■ What is required ■
Filter the entries below, keeping only lines with "store".

■ Given entries ■
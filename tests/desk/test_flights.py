"""Flights of a session: proposed and priced, taken with one press, and changed one lifter at a time."""

from __future__ import annotations

import time
from datetime import UTC, datetime, timedelta
from fractions import Fraction

import pytest

from app.desk.errors import NotAllowedNow, SomebodyWasFirst, WrongRoster
from app.desk.flight_changes import move_lifter, read_start, remove_flight, save_flight, show_start
from app.desk.flights import Asked, flights_seen, proposals, read_limits, take_proposal
from app.desk.planned import wish_of
from app.desk.roster import import_roster
from app.desk.rule_book import save_rules
from app.desk.setup import add_platform
from app.desk.undo import redo, undo
from app.desk.wish import plan_request
from app.meet.rule_reading import rules_document
from app.planning import Budget, plan
from app.store.engine import reading
from app.store.picture import NotFound
from app.store.tables import FlightRow
from tests.cast import (
    ADA,
    BENCH,
    BO,
    CLEO,
    DOV,
    ETTA,
    FLIGHT_A,
    FLIGHT_B,
    OLGA,
    OTTO,
    ROSTER,
    SQUAT,
    START,
    Hall,
    bare_meet,
)
from tests.desk.checks import changes, check_board, differing, refused, rows

LIMITS = "66, 74, 83, 93"
UNPLACED = "name,lot,Squat opener\nAda Brook,3,100\nBo Carver,1,110\nCleo Dahl,2,115\n"


@pytest.fixture
def eve(desk) -> Hall:
    """Harbour Cup the day before: everybody in one flight, nothing on the platform."""
    hall = bare_meet(desk)
    import_roster(desk, hall.meet_id, ROSTER.replace("Flight B", "Flight A"), who=OLGA)
    return hall


def session_id(hall: Hall) -> int:
    return hall.picture().sessions[0][0]


def asked(hall: Hall, by: str = "", limits: str = LIMITS) -> Asked:
    return Asked(session_id(hall), by, limits)


def most(hall: Hall, lifters: int) -> None:
    """The rules allow so many lifters in a flight."""
    rules = rules_document(hall.picture().sessions[0][2].rules)
    document = rules | {"most_in_flight": str(lifters)}
    save_rules(hall.desk, hall.platform_id, session_id(hall), document, who=OLGA)


def seen(hall: Hall) -> str:
    return flights_seen(hall.picture().sessions[0][2])


def take(hall: Hall, way: str = "opener", limits: str = LIMITS) -> str:
    return take_proposal(hall.desk, hall.platform_id, asked(hall, limits=limits), way, seen(hall), who=OLGA)


def who_is_where(hall: Hall) -> dict[str, set[str]]:
    programme = hall.picture().sessions[0][2]
    return {flight.name: {one.name for one in programme.of_flight(flight.id)} for flight in programme.flights}


def move(hall: Hall, name: str, to: str) -> str:
    lifter = hall.lifter(name)
    return move_lifter(hall.desk, hall.platform_id, lifter.id, lifter.flight_id, to, who=OLGA)


# Proposed


def test_openers_of_all_lifts_together_or_of_one_lift_say_who_lifts_together(hall: Hall) -> None:
    most(hall, 3)
    together = proposals(hall.desk, hall.platform_id, asked(hall), Budget()).made[0]
    ids = {one.id: one.name for one in hall.picture().sessions[0][2].lifters}
    assert [[ids[x] for x in flight] for flight in together.flights] == [[ADA, BO, CLEO], [DOV, ETTA]]
    bench = proposals(hall.desk, hall.platform_id, asked(hall, str(hall.lift_id(BENCH))), Budget()).made[0]
    assert [[ids[x] for x in flight] for flight in bench.flights] == [[ADA, CLEO, BO], [DOV, ETTA]]


def test_classes_stay_together_and_no_flight_is_larger_than_the_rules_allow(hall: Hall) -> None:
    most(hall, 3)
    found = proposals(hall.desk, hall.platform_id, asked(hall), Budget())
    assert [one.name for one in found.made] == ["By opener", "By body-weight class"]
    ids = {one.id: one.name for one in found.programme.lifters}
    # 61.5 | 68.0 | 74.2 | 88.4 93.1: the class limits part 68.0 from 74.2 and 88.4 from 93.1
    assert [{ids[x] for x in flight} for flight in found.made[1].flights] == [{ADA, CLEO, BO}, {ETTA, DOV}]


def test_a_proposal_costs_what_plans_of_its_openers_handle_in_every_lift(hall: Hall) -> None:
    """Summed anew: each flight, each lift, planned from an empty bar."""
    now = hall.picture()
    found = proposals(hall.desk, hall.platform_id, asked(hall), Budget())
    plates, mass = 0, Fraction(0)
    for lift in now.sessions[0][2].lifts:
        openers = sorted(
            a.weight for a in found.programme.attempts if a.lift_id == lift.id and a.number == 1 and a.weight
        )
        wish = wish_of(now, lift.id)
        total = plan(plan_request(now.unit, now.equipment(lift.id), wish, (), openers)).total
        plates, mass = plates + 2 * total.plates, mass + 2 * total.mass
    (one_flight,) = found.made[0].flights
    assert (len(one_flight), found.made[0].cost.plates, found.made[0].cost.mass) == (5, plates, mass)


@pytest.mark.parametrize(
    ("typed", "limits"),
    [("", []), ("59, 66.5;74 83", ["59", "66.5", "74", "83"]), ("-59 -66", ["59", "66"])],
)
def test_class_limits_are_read_as_organisers_type_them(typed: str, limits: list[str]) -> None:
    assert read_limits(typed) == tuple(map(Fraction, limits))


@pytest.mark.parametrize("typed", ["67,5", "74 66", "0", "66+", "66, 66"])
def test_class_limits_that_cannot_be_are_refused(typed: str) -> None:
    with pytest.raises(NotAllowedNow, match="Class limits"):
        read_limits(typed)


def test_a_session_of_another_platform_is_not_found(halls: tuple[Hall, Hall]) -> None:
    with pytest.raises(NotFound):
        proposals(halls[0].desk, halls[0].platform_id, Asked(session_id(halls[1])), Budget())


# Taken


def test_taking_a_proposal_is_one_entry_that_undo_takes_back_and_redo_makes_again(eve: Hall) -> None:
    most(eve, 3)
    before = rows(eve.desk.engine)
    told = "Flight A 3, Flight B 2"
    assert take(eve) == f"The flights of Bar lifts are made: {told}."
    assert who_is_where(eve) == {FLIGHT_A: {ADA, BO, CLEO}, FLIGHT_B: {DOV, ETTA}}
    taken = rows(eve.desk.engine)
    assert eve.journal()[-1].what == f"Bar lifts: flights by opener: {told}"
    undo(eve.desk, eve.platform_id, None, who=OTTO)
    assert rows(eve.desk.engine) == before
    redo(eve.desk, eve.platform_id, None, who=OTTO)
    assert rows(eve.desk.engine) == taken


def test_flights_that_are_left_over_are_taken_out_and_come_back_with_undo(eve: Hall) -> None:
    most(eve, 2)
    take(eve)
    assert [len(one) for one in who_is_where(eve).values()] == [2, 2, 1]
    most(eve, 15)
    before = rows(eve.desk.engine)
    take(eve)
    assert who_is_where(eve) == {FLIGHT_A: {ADA, BO, CLEO, DOV, ETTA}}
    undo(eve.desk, eve.platform_id, None, who=OLGA)
    assert rows(eve.desk.engine) == before


def test_a_new_flight_takes_a_letter_that_no_flight_of_the_meet_has(halls: tuple[Hall, Hall]) -> None:
    hall = halls[0]
    hall.bring(FLIGHT_A, SQUAT)
    most(hall, 2)
    take(hall)
    assert list(who_is_where(hall)) == [FLIGHT_A, FLIGHT_B, "Flight D"]  # C lifts on the Stage


def test_once_somebody_has_lifted_the_flights_stay(hall: Hall) -> None:
    most(hall, 2)
    hall.lift(ADA, 1)
    sentence = "Somebody has lifted in this session, so its flights stay. Move single lifters instead."
    with refused(hall, NotAllowedNow, sentence):
        take(hall)


def test_a_proposal_made_from_another_roster_is_refused(hall: Hall) -> None:
    old = seen(hall)
    hall.declare(DOV, 1, "155")
    with refused(
        hall, SomebodyWasFirst, "The roster has changed since this was proposed. Look at the new proposal."
    ):
        take_proposal(hall.desk, hall.platform_id, asked(hall), "opener", old, who=OLGA)


def test_by_class_without_limits_asks_for_them(hall: Hall) -> None:
    with refused(
        hall,
        NotAllowedNow,
        "Type the limits of the body-weight classes first, for instance 59, 66, 74, 83.",
    ):
        take(hall, "class", limits="")


def test_a_flight_on_the_platform_is_not_taken_out(hall: Hall) -> None:
    hall.bring(FLIGHT_B, SQUAT)
    with refused(
        hall, NotAllowedNow, "Flight B is on the platform. Bring another flight at the Table first."
    ):
        take(hall)


def test_under_a_loaded_bar_no_proposal_moves_its_lifter(hall: Hall) -> None:
    most(hall, 2)
    hall.load()
    before = rows(hall.desk.engine)
    hall_take = take(hall)  # Ada stays in Flight A, so her loaded bar stays too
    assert "Flight A 2" in hall_take
    assert hall.attempt(ADA, 1).id == (hall.picture().bar.hand.attempt_id if hall.picture().bar.hand else 0)
    assert {table for table, _ in differing(before, rows(hall.desk.engine))} == {"flight", "lifter"}


# A roster in which nobody has been placed


def test_a_roster_without_flights_puts_everybody_into_one_to_be_parted_here(desk) -> None:
    hall = bare_meet(desk)
    import_roster(desk, hall.meet_id, UNPLACED, who=OLGA)
    assert who_is_where(hall) == {FLIGHT_A: {ADA, BO, CLEO}}
    most(hall, 2)
    take(hall)
    assert who_is_where(hall) == {FLIGHT_A: {ADA, BO}, FLIGHT_B: {CLEO}}


def test_the_same_roster_again_leaves_everybody_where_they_have_been_put(desk) -> None:
    hall = bare_meet(desk)
    import_roster(desk, hall.meet_id, UNPLACED, who=OLGA)
    move(hall, CLEO, "new")
    import_roster(desk, hall.meet_id, UNPLACED, who=OLGA)
    assert who_is_where(hall) == {FLIGHT_A: {ADA, BO}, FLIGHT_B: {CLEO}}


def test_where_two_platforms_lift_the_same_the_roster_must_say_which(desk) -> None:
    hall = bare_meet(desk)
    add_platform(desk, hall.meet_id, "Stage", "bar-kg", who=OLGA)
    with pytest.raises(WrongRoster) as told:
        import_roster(desk, hall.meet_id, UNPLACED, who=OLGA)
    assert told.value.wrong[0] == (
        2,
        "it is not clear where Ada Brook lifts. Add a column “platform” that names it.",
    )
    placed = UNPLACED.replace("lot,", "lot,platform,", 1)
    for lot in (3, 1, 2):
        placed = placed.replace(f",{lot},", f",{lot},Stage,")
    import_roster(desk, hall.meet_id, placed, who=OLGA)
    assert Hall(desk, hall.meet_id, 2).picture().sessions[0][2].flights[0].name == FLIGHT_A


# One lifter


def test_a_lifter_is_moved_in_the_middle_of_the_meet_and_lifts_there(hall: Hall) -> None:
    hall.lift(ADA, 1, following="110")
    cleo = hall.lifter(CLEO)
    with changes(hall, {("lifter", cleo.id): {"flight_id"}}):
        assert move(hall, CLEO, str(hall.flight_id(FLIGHT_B))) == "Cleo Dahl moved from Flight A to Flight B."
    programme = hall.picture().sessions[0][2]
    assert cleo.id not in {
        t.lifter.id for t in programme.order(hall.flight_id(FLIGHT_A), hall.lift_id(SQUAT))
    }
    assert cleo.id in {t.lifter.id for t in programme.order(hall.flight_id(FLIGHT_B), hall.lift_id(SQUAT))}
    check_board(hall.board())


def test_a_move_is_undone_in_words(hall: Hall) -> None:
    before = rows(hall.desk.engine)
    move(hall, ETTA, "new")
    assert who_is_where(hall)["Flight C"] == {ETTA}
    assert undo(hall.desk, hall.platform_id, None, who=OTTO) == (
        "Undone: Etta Frost moved from Flight B to Flight C."
    )
    assert rows(hall.desk.engine) == before


def test_a_lifter_whose_bar_is_being_loaded_stays(hall: Hall) -> None:
    with refused(
        hall,
        NotAllowedNow,
        "The crew is loading for Ada Brook now. Move them after this lift, or pass the attempt first.",
    ):
        move(hall, ADA, str(hall.flight_id(FLIGHT_B)))


def test_the_second_of_two_who_move_a_lifter_is_told_where_the_first_put_them(hall: Hall) -> None:
    lifter = hall.lifter(ETTA)
    move(hall, ETTA, str(hall.flight_id(FLIGHT_A)))
    with refused(
        hall, SomebodyWasFirst, "Etta Frost has been moved to Flight A meanwhile. Look, and move again."
    ):
        move_lifter(hall.desk, hall.platform_id, lifter.id, lifter.flight_id, "new", who=OTTO)


def test_no_lifter_is_moved_to_a_flight_of_another_session(halls: tuple[Hall, Hall]) -> None:
    hall, stage = halls
    with refused(
        hall, NotAllowedNow, "Choose a flight of the same session: only its lifts are lifted there."
    ):
        move(hall, ETTA, str(stage.flight_id("Flight C")))


def test_an_empty_flight_is_taken_out_and_one_with_lifters_is_not(hall: Hall) -> None:
    flight = hall.flight_id(FLIGHT_B)
    with refused(hall, NotAllowedNow, "There are lifters in Flight B. Move them first."):
        remove_flight(hall.desk, hall.platform_id, flight, who=OLGA)
    for name in (DOV, ETTA):
        move(hall, name, str(hall.flight_id(FLIGHT_A)))
    with changes(hall, {("flight", flight): {"id"}}):
        remove_flight(hall.desk, hall.platform_id, flight, who=OLGA)


# A flight's name and start


def save(hall: Hall, flight: str, name: str, starts: str) -> str:
    return save_flight(hall.desk, hall.platform_id, hall.flight_id(flight), name, starts, who=OLGA)


def start_of(hall: Hall, flight: str) -> datetime | None:
    with reading(hall.desk.engine) as session:
        return session.get_one(FlightRow, hall.flight_id(flight)).starts_at


def test_a_flight_has_another_name_and_a_start_in_one_entry(hall: Hall) -> None:
    flight = hall.flight_id(FLIGHT_A)
    with changes(hall, {("flight", flight): {"name", "starts_at"}}):
        assert save(hall, FLIGHT_A, " Morning ", "10:30") == (
            "Flight A is now called Morning; Morning starts at 10:30."
        )
    start = start_of(hall, "Morning")
    assert start is not None
    assert start.astimezone().strftime("%H:%M") == "10:30"
    with changes(hall, {}):
        save(hall, "Morning", "Morning", "10:30")


def test_a_name_that_another_flight_of_the_meet_has_is_refused(halls: tuple[Hall, Hall]) -> None:
    for name in ("flight b", "FLIGHT C"):
        with refused(
            halls[0],
            NotAllowedNow,
            f"There is already a flight called “{name}” in this meet. Choose another name.",
        ):
            save(halls[0], FLIGHT_A, name, "")


@pytest.mark.parametrize("typed", ["half nine", "25:00", "9", "2026-13-01 09:30", "09:75"])
def test_a_start_that_is_no_time_is_refused(hall: Hall, typed: str) -> None:
    with refused(
        hall,
        NotAllowedNow,
        f"Start: “{typed}” is not a time. Type it like 09:30, or 2026-03-08 09:30 for another day.",
    ):
        save(hall, FLIGHT_A, FLIGHT_A, typed)


@pytest.mark.parametrize("zone", ["UTC", "Pacific/Auckland", "America/St_Johns"])
def test_a_start_is_the_next_such_time_where_the_hall_is(monkeypatch: pytest.MonkeyPatch, zone: str) -> None:
    monkeypatch.setenv("TZ", zone)
    time.tzset()
    try:
        for hours in range(0, 24, 5):
            now = START + timedelta(hours=hours)
            for typed in ("00:15", "9:30", "09.30", "23:45"):
                start = read_start(typed, now)
                assert start is not None
                assert start.tzinfo is UTC
                assert -timedelta(hours=6) <= start - now < timedelta(hours=18)
                assert read_start(show_start(start, now), now) == start
            far = read_start("2026-03-14 09:30", now)
            assert far is not None
            assert show_start(far, now) == "2026-03-14 09:30"
    finally:
        monkeypatch.undo()
        time.tzset()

■ Finished task ■
from app.store.engine import reading
from app.store.picture import NotFound
from app.store.tables import FlightRow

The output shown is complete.